Minggu, 08 Maret 2015

Lagi-Lagi, Gak Lulus Kuliah, Dua Pemuda Ini Sukses Jadi Miliarder

http://www.afr.com/r/2009-2014/BRW/2013/09/18/Photos/d9a078a6-201b-11e3-a398-0273aaa06f7e_431J9847_6_0_3573634656--620x420.JPG
 
 Scott Farquhar dan Mike Cannon-Brookes, pendiri Atlassian, perusahaan yang menjual software ke berbagai perusahaan besar di dunia, kini masuk daftar miliarder baru Australia setelah perusahaan IT itu mendapatkan pembiayaan dari investor baru.

Dilansir Forbes, Kamis 10 April 2014, mereka mengumumkan, saat ini nilai perusahaannya mencapai US$3,3 miliar. Baru-baru ini diketahui T. Rowe Price dan Dragoneer Investment Capital menyuntikkan modal baru sebesar US$150 juta di Atlassian.

Farquhar dan Cannon-Brookes, yang saat ini berusia 34 tahun mendirikan perusahaan IT tersebut 12 tahun lalu. Mereka diketahui tidak menjual saham dalam putaran terakhir pendanaan, sehingga diperkirakan masing-masing dari mereka memiliki 1/3 saham perusahaan atau sekitar US$1,1 miliar.

Dilansir Wall Street Journal, pada 2010 Atlassian mendapatkan investasi sebesar US$60 juta dari Accel Partners.

Lalu, apa yang menyebabkan perusahaan IT asal Australia ini berkembang lebih cepat dibanding perusahaan sejenis? Beberapa analis mengatakan hal tersebut karena Atlassian menjalankan model bisnis unik.

Atlassian mengkhususkan diri mengembangkan bisnis software secara online, seperti JIRA, produk yang mengelola proyek dan alur kerja sistem IT.

Produk software yang diproduksi Atlassian kini digunakan oleh 35.000 perusahaan di seluruh dunia, seperti BMW, American Airlines, Cisco, Facebook, dan Citigroup.

Perusahaan IT itu terus berkembang pesat dalam 10 tahun terakhir dengan tingkat pertumbuhan dalam lima tahun terakhir mencapai 40 persen.



Kedua pendiri bertemu saat masih kuliah di University of New South Wales di Sydney. Mereka yang sama-sama merupakan programmer kemudian mulai mendirikan Atlassian pada 2000an.

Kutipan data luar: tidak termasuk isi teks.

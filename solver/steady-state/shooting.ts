/**
 * The periodic steady state by shooting: Newton's method on the charges and fluxes at the start of a period, so that they are the same at its end
 * (T. J. Aprille and T. N. Trick, 1972), with the derivative of the integrator's own steps. Small circuits form the derivative as a matrix;
 * large ones only multiply by it (GMRES, Y. Saad and M. H. Schultz, 1986).
 */
import type { Effort, SteadyStateRequest } from '../analysis.ts';
import { NoSolution } from '../analysis.ts';
import { applyStorage } from '../equations/evaluate.ts';
import type { System } from '../equations/system.ts';
import { createStepSystem, type StepSystem } from '../integrator/coupled-stages.ts';
import type { Recorder } from '../integrator/recorder.ts';
import { findOperatingPoint, unknownScale } from '../operating-point.ts';
import { marchInTime, type TimeMarch } from '../time-response.ts';
import { segmentAt, waveCorners } from '../wave-evaluation.ts';
import { solveGmres, solveLeastSquares } from './dense.ts';
import { propagate } from './sensitivity.ts';
import { commonPeriod } from './settled-waves.ts';

/** Above this many independent charges and fluxes the derivative is not formed. */
const LARGEST_DENSE = 60;

const MAXIMUM_ITERATIONS = 40;

/** The period closes when every unknown returns to within this fraction of the accuracy asked. */
const CLOSING_FRACTION = 0.05;

/** Periods simply followed before the first Newton step, and when Newton's method does not get closer. */
const PERIODS_FOLLOWED = 2;

export function findSteadyState(
  system: System,
  request: SteadyStateRequest,
  accuracy: number,
  effort: Effort,
  remarks: Set<string>,
): Recorder {
  const common = commonPeriod(system.circuit, request.period);
  if ('reason' in common) throw new NoSolution({ analysis: request.find, ...common });
  const { period } = common;
  let { y, modes } = firstGuess(system, request, effort, remarks);
  let missing: Float64Array | undefined;
  const oneMarch = (): TimeMarch =>
    marchInTime(
      system,
      { find: 'time response', from: 0, until: period, start: 'rest' },
      accuracy,
      effort,
      remarks,
      { y, modes, ...(missing ? { missing } : {}) },
      request.find,
    );
  const stepSystem = createStepSystem(system);
  const basis = chargeBasis(system);
  let best = Number.POSITIVE_INFINITY;
  let stalled = 0;
  let follow = PERIODS_FOLLOWED;
  for (let iteration = 0; iteration < MAXIMUM_ITERATIONS; iteration++) {
    const march = oneMarch();
    const start = startOf(system, march.recorder);
    const distance = closingDistance(system, start.y, march.y) / accuracy;
    if (distance <= CLOSING_FRACTION || (distance <= 1 && stalled > 2)) return march.recorder;
    stalled = distance < 0.5 * best ? 0 : stalled + 1;
    best = Math.min(best, distance);
    if (follow > 0 || basis.length === 0 || stalled > 4) {
      // what the circuit does by itself leads towards an attracting state, if slowly
      if (stalled > 4) {
        follow = PERIODS_FOLLOWED;
        stalled = 0;
      }
      follow--;
      y = march.y.slice();
      modes = system.modes.slice();
      missing = undefined;
      continue;
    }
    const endModes = system.modes.slice();
    const residual = differenceOfCharges(system, march.y, start.y);
    const change = newtonStep(system, march, stepSystem, basis, residual);
    if (!change) {
      y = march.y.slice();
      modes = endModes;
      missing = undefined;
      continue;
    }
    y = start.y;
    modes = start.modes;
    missing = change;
  }
  const volts = closestApproach(best * accuracy);
  throw new NoSolution({
    analysis: request.find,
    reason: `no periodic solution was found: after ${MAXIMUM_ITERATIONS} corrections the unknowns still change by ${volts} of their size over a period`,
    advice:
      'check that the circuit has a steady state at this period (give a multiple as `period` where it answers at a subharmonic), or follow it by a time response',
  });
}

function closestApproach(relative: number): string {
  return `${Number((100 * relative).toPrecision(2))} %`;
}

function firstGuess(
  system: System,
  request: SteadyStateRequest,
  effort: Effort,
  remarks: Set<string>,
): { y: Float64Array; modes: Int8Array } {
  const y = new Float64Array(system.vectorLength);
  for (const drive of [...system.drives, ...system.driven]) {
    const corner = waveCorners(drive.wave, 0, Number.POSITIVE_INFINITY, 1)[0];
    drive.segment = segmentAt(drive.wave, corner === undefined ? 1 : corner / 2);
  }
  try {
    findOperatingPoint(system, y, { analysis: request.find, t: 0, effort, remarks: new Set() });
  } catch (error) {
    if (!(error instanceof NoSolution)) throw error;
    y.fill(0);
  }
  for (const island of system.islands) {
    remarks.add(
      `no direct current reaches ${island.nodes.join(', ')}, so any mean potential would repeat: the one without charge was taken`,
    );
  }
  return { y, modes: system.modes.slice() };
}

/** Unknowns and modes at the start of the first recorded step. */
function startOf(system: System, recorder: Recorder): { y: Float64Array; modes: Int8Array } {
  const y = new Float64Array(system.vectorLength);
  y.set(recorder.unknowns.subarray(0, system.size));
  return { y, modes: recorder.modes.slice(0, recorder.modal) };
}

/** Largest relative change of an unknown that carries charge or flux. */
function closingDistance(system: System, start: Float64Array, end: Float64Array): number {
  const scale = unknownScale(system, end);
  let largest = 0;
  for (let i = 0; i < system.size; i++) {
    if (!system.dynamic[i]) continue;
    const reference = Math.abs(end[i]!) + 0.1 * (i < system.nodeCount ? scale.voltage : scale.current);
    largest = Math.max(largest, Math.abs(end[i]! - start[i]!) / reference);
  }
  return largest;
}

function differenceOfCharges(system: System, end: Float64Array, start: Float64Array): Float64Array {
  const difference = new Float64Array(system.vectorLength);
  // sources are where they were a period ago: only the unknowns differ
  for (let i = 0; i < system.size; i++) difference[i] = end[i]! - start[i]!;
  const result = new Float64Array(system.size + 1);
  applyStorage(system, difference, result);
  return result;
}

/**
 * Independent charges and fluxes: one column for each capacitor that closes no loop of capacitors, at one volt, and one for each inductor's
 * branch, at one ampere.
 */
function chargeBasis(system: System): Float64Array[] {
  const { size, circuit, nodeIndex, branchIndex } = system;
  const parent = Array.from({ length: size + 1 }, (_, i) => i);
  const find = (i: number): number => {
    let root = i;
    while (parent[root] !== root) root = parent[root]!;
    return root;
  };
  const basis: Float64Array[] = [];
  for (const component of circuit.components) {
    const column = new Float64Array(size);
    const branch = branchIndex.get(component.designator);
    if (component.kind === 'inductor') column[branch!] = component.inductance;
    else if (component.kind === 'capacitor') {
      // driven nodes hold whatever charge they are asked to, like the reference
      const first = Math.min(nodeIndex.get(component.nodes[0])!, size);
      const second = Math.min(nodeIndex.get(component.nodes[1])!, size);
      if (branch !== undefined) column[branch] = component.capacitance;
      else {
        if (find(first) === find(second)) continue;
        parent[find(first)] = find(second);
        if (first < size) column[first]! += component.capacitance;
        if (second < size) column[second]! -= component.capacitance;
      }
    } else continue;
    basis.push(column);
  }
  return basis;
}

/** Change of the starting charges that would close the period if the circuit were linear; undefined where it cannot be found. */
function newtonStep(
  system: System,
  march: TimeMarch,
  stepSystem: StepSystem,
  basis: readonly Float64Array[],
  residual: Float64Array,
): Float64Array | undefined {
  const { size } = system;
  const fixed = new Set(march.fixedTimes);
  const carry = (columns: Float64Array[]): void => propagate(system, march.recorder, stepSystem, columns, fixed);
  // rows of different size count alike: each is taken relative to the charge of one volt or ampere there
  const rowScale = new Float64Array(size).fill(0);
  for (const column of basis) for (let i = 0; i < size; i++) rowScale[i] = Math.max(rowScale[i]!, Math.abs(column[i]!));
  const weight = rowScale.map((value) => (value > 0 ? 1 / value : 0));
  const change = new Float64Array(size + 1);
  if (basis.length > LARGEST_DENSE) {
    const multiply = (x: Float64Array): Float64Array => {
      const column = x.map((value, i) => value * rowScale[i]!);
      carry([column]);
      return x.map((value, i) => value - column[i]! * weight[i]!);
    };
    const right = Float64Array.from({ length: size }, (_, i) => residual[i]! * weight[i]!);
    const x = solveGmres(multiply, right, 1e-4, LARGEST_DENSE);
    for (let i = 0; i < size; i++) change[i] = x[i]! * rowScale[i]!;
    return change;
  }
  const carried = basis.map((column) => column.slice());
  carry(carried);
  const rows: number[][] = [];
  const right: number[] = [];
  for (let i = 0; i < size; i++) {
    if (rowScale[i] === 0) continue;
    rows.push(basis.map((column, c) => (column[i]! - carried[c]![i]!) * weight[i]!));
    right.push(residual[i]! * weight[i]!);
  }
  for (const island of system.islands) {
    // the charge of a floating island is nobody's to change
    const largest = Math.max(...island.rows.map((row) => rowScale[row]!));
    rows.push(basis.map((column) => island.rows.reduce((sum, row) => sum + column[row]!, 0) / largest));
    right.push(0);
  }
  const x = solveLeastSquares(rows, right);
  if (!x) return undefined;
  basis.forEach((column, c) => {
    for (let i = 0; i < size; i++) change[i]! += x[c]! * column[i]!;
  });
  return change;
}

Karena ingin mengembangkan perusahaan itu lebih serius, mereka berdua akhirnya memutuskan untuk drop-out dari bangku kuliah.

Modal awal yang mereka gunakan berasal dari utang kartu kredit senilai US$10.000. Atlassian merampingkan pengembangan produk dengan beberapa jenis software yang memungkinkan pebisnis mengatur tugas dan alur kerja sekaligus berkolaborasi dengan proyek.

Berbeda dengan perusahaan software besar dunia seperti Oracle, Box, atau Workday, Atlassian lebih memilih untuk meminimalkan biaya pemasaran. Mereka memasarkan produk mereka secara online dengan harga yang kompetitif.

"Kami rasa jika menjual produk dengan harga wajar di online, kami akan menemukan pasar sendiri di sana," ujar Farquhar.

Seperti yang dialami banyak perusahaan start-up lainnya, penjualan awal Atlassian hanya dibeli oleh teman-teman dan kenalan sang pendiri. Penjualan kemudian terus berkembang dan memperoleh pembeli besar pertama yakni American Airlines.

"Dari situ kemudian kami mendapatkan pembelian dari perusahaan besar lainnya," kenang Farquhar.

Sekarang, setelah 12 tahun perusahaan IT itu memiliki pendapatan sebesar US$200 juta. Perusahaan ini memiliki kantor pusat di Sydney dan San Francisco, serta kantor cabang di Amsterdam, Yokohama, dan Manila.

"Sejak awal tujuan kami adalah membangun sebuah perusahaan yang mampu bertahan dalam jangka panjang. Kami ingin membangun sebuah perusahaan yang tetap akan bertahan menghadapi berbagai ujian. Itulah mengapa kami menghabiskan banyak waktu untuk menciptakan budaya perusahaan," imbuhnya.